Preliminary Detailed Design
|MSD I & II||MSD I||MSD II|
Phase 3: Preliminary Detailed Design
Review of Team Vision for Preliminary Detailed Design PhaseBelow is the team vision for the Preliminary Detailed Design Phase, showing the completion status of each task planned for this phase.
The team vision for Phase III, created at the end of Phase II. The completion status of each task is shown.
As the team vision above shows, a large number of tasks that were originally planned for this phase were not completed. We struggled to identify a mutually convenient time to meet with the staff of St. Joseph's to discuss the systems-level concepts that were generated. As a result, final selection of a systems-level concept was delayed by two weeks.

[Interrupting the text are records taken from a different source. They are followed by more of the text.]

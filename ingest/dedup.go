package ingest

import (
	"fmt"
	"time"

	"driftfit/rolling"
)

// DedupSize is how many applied reading times a Dedup remembers.
const DedupSize = 16

// Dedup refuses readings of one sensor that repeat readings already
// applied, in a fixed 144 bytes a sensor. The rule:
//
//   - a reading newer than every applied one is new;
//   - a reading whose time equals one of the DedupSize newest applied
//     times is a repeat;
//   - a reading older than the DedupSize newest applied times is refused
//     too: with no record of the times before them, it cannot be told
//     from a repeat, and a re-sent span (a gateway's backfill sent again)
//     is exactly such readings;
//   - after a restart of the service (Restored), the sensor's newest
//     stored time is a floor: readings at or before it are refused, for
//     the same reason, until DedupSize newer ones have been applied.
//
// So a late reading is accepted as long as fewer than DedupSize newer
// readings of its sensor were applied before it: out-of-order delivery
// of a few readings passes, a repeat never counts twice. Readings that
// come in order, by far the common case, cost one comparison.
//
// This follows the watermark idea of stream processing (T. Akidau et al.,
// "The Dataflow Model", PVLDB 8(12), 2015): an event-time bound behind
// which input is no longer taken, here the DedupSize-th newest time.
//
// The zero value accepts everything until it has seen readings. A Dedup is
// not safe for concurrent use; the sensor's worker owns it.
type Dedup struct {
	// times is a ring of the n newest applied times, ascending from
	// times[head].
	times [DedupSize]int64
	head  uint8
	n     uint8
	// floor, when hasFloor, refuses readings at or before it.
	hasFloor bool
	floor    int64
}

// DuplicateError is returned by Dedup.Admit. It unwraps to ErrDuplicate.
type DuplicateError struct {
	UnixNano int64
	// Repeat is true for a time equal to an applied reading's, false for
	// one older than every time remembered.
	Repeat bool
}

func (e *DuplicateError) Error() string {
	t := time.Unix(0, e.UnixNano).UTC().Format(time.RFC3339Nano)
	if e.Repeat {
		return fmt.Sprintf("ingest: reading at %s repeats one already applied", t)
	}
	return fmt.Sprintf("ingest: reading at %s is older than the sensor's %d newest applied readings: taken for a repeat", t, DedupSize)
}

// Unwrap returns ErrDuplicate.
func (e *DuplicateError) Unwrap() error { return ErrDuplicate }

func (d *Dedup) at(i int) int64 { return d.times[(int(d.head)+i)%DedupSize] }

// Admit decides whether a reading at unixNano is new. If so it records
// the time and returns nil; otherwise it returns a *DuplicateError and
// records nothing.
func (d *Dedup) Admit(unixNano int64) error {
	if d.n > 0 && unixNano > d.at(int(d.n)-1) {
		d.push(unixNano)
		return nil
	}
	if d.n == 0 {
		if d.hasFloor && unixNano <= d.floor {
			return &DuplicateError{UnixNano: unixNano}
		}
		d.push(unixNano)
		return nil
	}
	// At or before the newest: find its place among the times held.
	i := int(d.n) - 1
	for ; i >= 0 && d.at(i) > unixNano; i-- {
	}
	switch {
	case i >= 0 && d.at(i) == unixNano:
		return &DuplicateError{UnixNano: unixNano, Repeat: true}
	case i < 0 && (d.n == DedupSize || d.hasFloor && unixNano <= d.floor):
		return &DuplicateError{UnixNano: unixNano}
	}
	// A late reading that is new: insert after position i.
	if d.n == DedupSize {
		if i < 0 {
			panic("ingest: dedup insert below a full ring") // excluded above
		}
		// Drop the oldest, shifting the ones up to i down one slot.
		for j := 0; j < i; j++ {
			d.times[(int(d.head)+j)%DedupSize] = d.at(j + 1)
		}
		d.times[(int(d.head)+i)%DedupSize] = unixNano
		return nil
	}
	for j := int(d.n); j > i+1; j-- {
		d.times[(int(d.head)+j)%DedupSize] = d.at(j - 1)
	}
	d.times[(int(d.head)+i+1)%DedupSize] = unixNano
	d.n++
	return nil
}

// push appends a time newer than all held, dropping the oldest when full.
func (d *Dedup) push(t int64) {
	if d.n < DedupSize {
		d.times[(int(d.head)+int(d.n))%DedupSize] = t
		d.n++
		return
	}
	d.times[d.head] = t
	d.head = (d.head + 1) % DedupSize
}

// admit applies the sensor's duplicate check unless
// Options.AcceptDuplicates turns it off. The sensor's worker calls it.
func (s *Service) admit(st *sensorState, unixNano int64) error {
	if s.o.AcceptDuplicates {
		return nil
	}
	return st.dedup.Admit(unixNano)
}

// Restored sets the floor from a sensor restored from the store: its
// newest reading in any window. A sensor with no readings sets none.
func (d *Dedup) Restored(s *rolling.Sensor) {
	for i := range s.Windows() {
		if t, ok := s.Newest(i); ok && (!d.hasFloor || t.UnixNano() > d.floor) {
			d.hasFloor, d.floor = true, t.UnixNano()
		}
	}
}
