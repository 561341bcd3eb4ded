package rolling_test

import (
	"fmt"
	"math"
	"testing"

	"driftfit/rolling"
)

// TestStudentQuantile checks the quantile against the closed forms of
// Student's t for 1, 2 and 4 degrees of freedom (e.g. Hill 1970, Comm.
// ACM 13(10), 617–619, and the quantile function listed for these ν in
// the standard references; written out below) to 13 significant digits:
//
//	ν = 1: t = tan(π(p − ½)) = −1/tan(πp)       (Cauchy)
//	ν = 2: t = (2p − 1)/√(2p(1 − p))
//	ν = 4: t = sign(p − ½)·2√(q − 1), q = cos(⅓·arccos(√α))/√α, α = 4p(1 − p)
//
// The closed forms are evaluated in float64 too, so each side carries a
// few ulps; 13 digits leaves room for both.
func TestStudentQuantile(t *testing.T) {
	closed := map[float64]func(p float64) float64{
		// −1/tan(πp), with 1 − p (exact for p > ½) near 1: tan(π(p − ½))
		// itself loses digits to the rounding of π(p − ½) near its pole.
		1: func(p float64) float64 {
			if p > 0.5 {
				return 1 / math.Tan(math.Pi*(1-p))
			}
			return -1 / math.Tan(math.Pi*p)
		},
		2: func(p float64) float64 { return (2*p - 1) / math.Sqrt(2*p*(1-p)) },
		4: func(p float64) float64 {
			al := 4 * p * (1 - p)
			q := math.Cos(math.Acos(math.Sqrt(al))/3) / math.Sqrt(al)
			return math.Copysign(2*math.Sqrt(q-1), p-0.5)
		},
	}
	ps := []float64{1e-6, 0.001, 0.01, 0.025, 0.05, 0.1, 0.2, 0.3, 0.4, 0.45, 0.6, 0.7, 0.8, 0.9, 0.95, 0.975, 0.99, 0.995, 0.999}
	worst := 16.0
	for _, nu := range []float64{1, 2, 4} {
		for _, p := range ps {
			got, want := rolling.StudentQuantile(p, nu), closed[nu](p)
			d := 16.0
			if got != want {
				d = -math.Log10(math.Abs(got-want) / math.Abs(want))
			}
			worst = min(worst, d)
			if !(d >= 13) {
				t.Errorf("StudentQuantile(%g, %g) = %.17g, want %.17g (%.1f digits)", p, nu, got, want, d)
			}
		}
	}
	t.Logf("fewest digits agreed: %.1f", worst)
	// Table values of R's qt(p, ν) printed to 16 digits, from memory;
	// they agree with the above to 15 digits, so they are held to 13.
	for _, c := range []struct{ p, nu, want float64 }{
		{0.975, 5, 2.570581835636314},
		{0.975, 10, 2.228138851986274},
		{0.975, 30, 2.042272456301238},
		{0.95, 10, 1.812461122811676},
	} {
		if got := rolling.StudentQuantile(c.p, c.nu); math.Abs(got-c.want) > 1e-13*c.want {
			t.Errorf("StudentQuantile(%g, %g) = %.16g, want %.16g", c.p, c.nu, got, c.want)
		}
	}
}

// TestStudentQuantile_Properties checks symmetry, the edges, and the
// normal limit for large ν against Abramowitz & Stegun 26.7.5 as t975
// uses it above 1023 degrees of freedom (t975 itself is checked through
// the fits' TCrit).
func TestStudentQuantile_Properties(t *testing.T) {
	for _, nu := range []float64{0.5, 1, 3, 7.5, 30, 1000} {
		// p with an exact complement 1 − p in float64.
		for _, p := range []float64{0x1p-7, 0.3125, 0.9765625} {
			if a, b := rolling.StudentQuantile(p, nu), rolling.StudentQuantile(1-p, nu); a != -b {
				t.Errorf("ν=%g: quantile(%g) = %.17g, quantile(%g) = %.17g, want opposite", nu, p, a, 1-p, b)
			}
		}
	}
	for _, c := range []struct{ p, nu float64 }{{-0.1, 3}, {1.1, 3}, {0.5, 0}, {0.3, math.NaN()}, {math.NaN(), 3}} {
		if v := rolling.StudentQuantile(c.p, c.nu); !math.IsNaN(v) {
			t.Errorf("StudentQuantile(%g, %g) = %g, want NaN", c.p, c.nu, v)
		}
	}
	if rolling.StudentQuantile(0.5, 3) != 0 || !math.IsInf(rolling.StudentQuantile(1, 3), 1) {
		t.Error("quantile 0.5 must be 0 and quantile 1 +Inf")
	}
	// Cornish–Fisher to ν⁻⁴ errs by O(ν⁻⁵): below 1e-13 at ν = 1024.
	z := math.Sqrt2 * math.Erfcinv(0.05)
	x2 := z * z
	g := [4]float64{(x2 + 1) * z / 4, ((5*x2+16)*x2 + 3) * z / 96, (((3*x2+19)*x2+17)*x2 - 15) * z / 384,
		((((79*x2+776)*x2+1482)*x2-1920)*x2 - 945) * z / 92160}
	for _, nu := range []float64{999, 1000, 1024, 5000} {
		v := 1 / nu
		cf := z + v*(g[0]+v*(g[1]+v*(g[2]+v*g[3])))
		if got := rolling.StudentQuantile(0.975, nu); math.Abs(got-cf) > 1e-13*cf {
			t.Errorf("ν=%g: quantile %.17g, Cornish–Fisher %.17g", nu, got, cf)
		}
	}
}

func ExampleStudentQuantile() {
	// Two-sided 95% with 10 degrees of freedom, and the closed form for
	// ν = 2: t = (2p − 1)/√(2p(1 − p)) = 0.95/√0.04875 at p = 0.975.
	fmt.Printf("%.6f %.6f\n", rolling.StudentQuantile(0.975, 10), rolling.StudentQuantile(0.975, 2))
	// Output: 2.228139 4.302653
}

When our meeting did finally take place, our concepts were greeted with mixed reactions. It was decided that our 'cart' concept for storage of guests' personal belongings was viable, but that our concepts for storing sleeping materials were undesirable because they take up valuable floor space. We had to go back to the systems-level drawing board. Thus, our original vision for a "preliminary detailed design" phase morphed into a second-iteration of the "systems level design" phase.
Relevant DocumentsBelow is a list of links to the "live" documents created or updated during Phase III of the project. Screenshots of these documents are shown throughout this page.
- The Phase III team vision (Microsoft Word .docx format) (Microsoft Excel .xlsx format)
- The Phase III individual visions (Microsoft Word .docx format)
- The updated engineering requirements (Microsoft Excel .xlsx file)
- The updated functional decomposition (Microsoft Visio .vsdx file)
- The updated morphological table (Microsoft Word .docx file)
- The re-iteration of Pugh's method (Microsoft Excel .xlsx file) See the "Shelter (3)" tab for the most recent iteration of sleeping material storage concepts.
- The feasibility analysis documents
- The test plans
- The risks assessment, updated through Phase III
The following links are to "live" documents that establish the team's project plan for Phase IV:
- The Phase IV team vision (Microsoft Word .docx format)
- The Phase IV individual visions (Microsoft Word .docx format)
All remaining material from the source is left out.